(WHAT IS REQUIRED) One part of the entries below is wanted: the lines from the one containing "const own = ((row.injuries" through the one containing "one in twenty". Write those out exactly and nothing else.

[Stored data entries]
=== Begin Enclosure ===
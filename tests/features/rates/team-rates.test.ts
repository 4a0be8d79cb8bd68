import { describe, expect, it } from "vitest";
import { expectedIn, standardOf } from "~/features/rates/expected";
import { defaultFilters } from "~/features/rates/filters";
import { select } from "~/features/rates/selection";
import { textOf } from "~/features/rates/sentence";
import { chanceOutside, teamRates } from "~/features/rates/teams/team-rates";
import { expectedTable, teamsTable } from "~/features/rates/teams/team-rates-tables";
import { teamsNote, teamsSentence } from "~/features/rates/teams/team-rates-words";
import { funnelLimits } from "~/statistics";
import { cell, counts, injury, several } from "./view";

// statistics.md "Shrunken rates" [R: MASS::glm.nb].
const events = [2, 9, 4, 0, 12, 3, 7, 1, 15, 5];
const aes = [900, 1500, 1100, 640, 1450, 980, 1320, 760, 1610, 1240];
const ids = aes.map((_, index) => `t${index}`);
const ten = counts({
  teams: ids.map((id, index) => ({ id, name: `Team ${index}`, sport: "soccer", sex: "girls" })),
  sessions: [],
  cells: ids.map((teamId, index) => cell({ teamId, aes: aes[index] ?? 0 })),
  injuries: [
    ...ids.flatMap((teamId, index) => several(events[index] ?? 0, { teamId })),
    // The team without a counted injury reports: one without time loss.
    injury({ teamId: "t3", daysLost: 0 }),
  ],
});
const ratesOf = (made: typeof ten, shown: readonly string[] | null = null) =>
  teamRates({ counts: made, selection: select(made, defaultFilters), unit: "aes" }, shown);

describe("teams against the whole", () => {
  const rates = ratesOf(ten);

  it("have the shrunken rates of R beside their own", () => {
    expect(rates.whole?.estimate).toBeCloseTo((58 / 11500) * 1000, 10);
    const shrunken = [
      3.696754, 5.408679, 4.223492, 3.159416, 6.600826, 4.006548, 5.015907, 3.461791, 7.270359, 4.384826,
    ];
    for (const [index, value] of shrunken.entries())
      expect(rates.teams[index]?.shrunken?.estimate).toBeCloseTo(value, 5);
    expect(rates.teams[0]?.shrunken?.lower).toBeCloseTo(1.606876, 5);
    expect(rates.spread).toBe("more than luck");
  });

  it("lie outside exactly where their own limits say", () => {
    // By hand, mid-P: none where 3.2 are expected, exp(-3.228) / 2 = 0.020; 15 where 8.1 are, 0.014.
    const whole = rates.whole?.estimate ?? 0;
    for (const { row, outside } of rates.teams) {
      const exposure = row.denominator ?? 0;
      const { lower, upper } = funnelLimits({ rate: whole, exposure, level: 0.95 });
      const own = ((row.injuries ?? 0) / exposure) * 1000;
      expect(outside[0]).toBe(own > upper ? "above" : own < lower ? "below" : null);
    }
    expect(rates.teams.filter(({ outside }) => outside[0]).map(({ row }) => row.label)).toEqual([
      "Team 3",
      "Team 8",
    ]);
  });

  it("name those outside, and how many luck alone would bring", () => {
    const luck = rates.teams.reduce((sum, team) => sum + team.luck, 0);
    expect(luck).toBeGreaterThan(0);
    const sentence = textOf(teamsSentence(rates, defaultFilters, "The club"));
    expect(sentence).toMatch(
      /^The club had 58 injuries, 5\.0 per 1000 athlete-exposures \(3\.8 to 6\.5\)\. Of 10 teams 2 lie outside the 95 % limits for their exposure: Team 3 \(0\.0, below; unstable\) and Team 8 \(9\.3, above\)\./,
    );
    expect(sentence).toContain(`By luck alone about ${luck.toFixed(1)} of 10 would`);
    expect(textOf(teamsNote(rates))).toContain("Team 8 1.8 (1.0");
  });

  it("are one in twenty by luck, or as near as whole counts come", () => {
    // Poisson(5) by hand: limits between which the counts lie, and the chance of all others.
    const chances = Array.from({ length: 60 }, (_, k) =>
      Math.exp(
        -5 +
          k * Math.log(5) -
          Array.from({ length: k }, (__, i) => Math.log(i + 1)).reduce((a, b) => a + b, 0),
      ),
    );
    const { lower, upper } = funnelLimits({ rate: 5, exposure: 1000, level: 0.95 });
    const outside = chances.reduce((sum, p, k) => (k > upper || k < lower ? sum + p : sum), 0);
    expect(chanceOutside(5, 1000, 0.95)).toBeCloseTo(outside, 10);
    expect(outside).toBeGreaterThan(0.01);
    expect(outside).toBeLessThan(0.1);
  });

  it("show a person of listed teams those teams and the whole's sums, and nothing of the others", () => {
    const own = ratesOf(ten, ["t2"]);
    expect(own.whole).toEqual(rates.whole);
    expect(own.teams).toEqual([rates.teams[2]]);
    const sent = JSON.stringify([
      teamsTable(own, "aes", "All"),
      expectedTable(own),
      teamsSentence(own, defaultFilters, "Club"),
      teamsNote(own),
      own.limits,
    ]);
    expect(sent).toContain("Team 2");
    expect(sent).not.toMatch(/Team [013-9]/);
  });

  it("say what cannot be shown of fewer than three, and that a silent team has not reported", () => {
    const two = counts({
      ...ten,
      teams: ten.teams.slice(0, 2),
      cells: ten.cells.slice(0, 2),
      injuries: ten.injuries.slice(0, 11),
    });
    const few = ratesOf(two);
    expect(textOf(teamsSentence(few, defaultFilters, "The club"))).toContain("With 2 teams that have a rate");
    expect(few.limits).toEqual([]);
    expect(few.teams.every(({ shrunken, ratio, outside }) => !shrunken && !ratio && !outside[0])).toBe(true);
    const silent = ratesOf({
      ...ten,
      teams: [...ten.teams, { id: "s", name: "Silent", sport: "soccer", sex: "girls" }],
      silent: [cell({ teamId: "s" })],
    });
    expect(silent.teams.at(-1)?.row).toMatchObject({ injuries: null, rate: null });
    expect(textOf(teamsNote(silent))).toContain("Not reported: Silent.");
  });
});

describe("expected injuries", () => {
  const cells = [
    cell({ teamId: "t", age: 13, aes: 1000 }),
    cell({ teamId: "t", age: 13, kind: "match", aes: 200 }),
    cell({ teamId: "u", age: 15, aes: 500 }),
    cell({ teamId: "u", age: 13, kind: "match", aes: 300 }),
    cell({ teamId: "u", age: null, aes: 50 }),
  ];
  const counted = [
    ...several(6, { age: 13 }),
    ...several(5, { age: 13, sessionKind: "match" }),
    ...several(2, { age: 15 }),
    injury({ age: 13, sessionKind: null, onset: "gradual" }),
    injury({ age: 40, sessionKind: null, onset: "gradual" }),
  ];
  const { bands } = counts();
  const standard = standardOf({ cells, counted }, "age-kind", bands, "aes");

  it("are counted by hand", () => {
    // Training at 13: 6 in 1000; matches at 13: 5 in 500; gradual at 13: 1 in 1500; the one of 40, an age without
    // exposure of its own: 1 in 2050 of all.
    const own = cells.filter(({ teamId }) => teamId === "t");
    expect(expectedIn(standard, own)?.estimate).toBeCloseTo(
      6 + (200 * 5) / 500 + 1200 / 1500 + 1200 / 2050,
      10,
    );
  });

  it("are of the standard itself what it had, however it is parted", () => {
    expect(expectedIn(standard, cells)?.estimate).toBeCloseTo(counted.length, 10);
    const parts = ["t", "u"].map(
      (id) =>
        expectedIn(
          standard,
          cells.filter(({ teamId }) => teamId === id),
        )?.estimate ?? 0,
    );
    expect(parts.reduce((sum, part) => sum + part, 0)).toBeCloseTo(counted.length, 10);
    expect(expectedIn(standard, [])).toBeNull();
  });
});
=== End Enclosure ===
(TASK SOLUTION)
      const own = ((row.injuries ?? 0) / exposure) * 1000;
      expect(outside[0]).toBe(own > upper ? "above" : own < lower ? "below" : null);
    }
    expect(rates.teams.filter(({ outside }) => outside[0]).map(({ row }) => row.label)).toEqual([
      "Team 3",
      "Team 8",
    ]);
  });

  it("name those outside, and how many luck alone would bring", () => {
    const luck = rates.teams.reduce((sum, team) => sum + team.luck, 0);
    expect(luck).toBeGreaterThan(0);
    const sentence = textOf(teamsSentence(rates, defaultFilters, "The club"));
    expect(sentence).toMatch(
      /^The club had 58 injuries, 5\.0 per 1000 athlete-exposures \(3\.8 to 6\.5\)\. Of 10 teams 2 lie outside the 95 % limits for their exposure: Team 3 \(0\.0, below; unstable\) and Team 8 \(9\.3, above\)\./,
    );
    expect(sentence).toContain(`By luck alone about ${luck.toFixed(1)} of 10 would`);
    expect(textOf(teamsNote(rates))).toContain("Team 8 1.8 (1.0");
  });

  it("are one in twenty by luck, or as near as whole counts come", () => {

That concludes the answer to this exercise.